EXERCISE: Keep every line in which "save" occurs and drop the rest of the data.

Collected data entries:
◆ ◆ ◆ ◆ ◆ ◆ ◆

import type { FieldValues, Path, UseFormSetError } from 'react-hook-form';
import { isApiError } from './api-client';

/**
 * Puts a failed save's errors on the form: every server field error next to its field at once
 * (`prefix` maps a form onto part of the body, e.g. `conditions.`), anything else above the form.
 * Focus goes to the first field in error.
 */
export function applyServerErrors<T extends FieldValues>(e: unknown, setError: UseFormSetError<T>, fields: readonly Path<T>[], prefix = ''): void {
  if (!isApiError(e)) {
    setError('root' as Path<T>, { message: 'Could not save. Check the connection and try again.' });
    return;
  }
  let placed = false;
  for (const f of fields) {
    const messages = e.fields?.[`${prefix}${f}`];
    if (!messages?.length) continue;
    setError(f, { message: messages.join(' ') }, { shouldFocus: !placed });
    placed = true;
  }
  const others = Object.entries(e.fields ?? {}).filter(([k]) => !fields.some((f) => `${prefix}${f}` === k));
  if (!placed || others.length) setError('root' as Path<T>, { message: others.length ? `${e.message}: ${others.map(([, m]) => m.join(' ')).join(' ')}` : e.message });
}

◆ ◆ ◆ ◆ ◆ ◆ ◆

ANSWER SECTION:
 * Puts a failed save's errors on the form: every server field error next to its field at once
    setError('root' as Path<T>, { message: 'Could not save. Check the connection and try again.' });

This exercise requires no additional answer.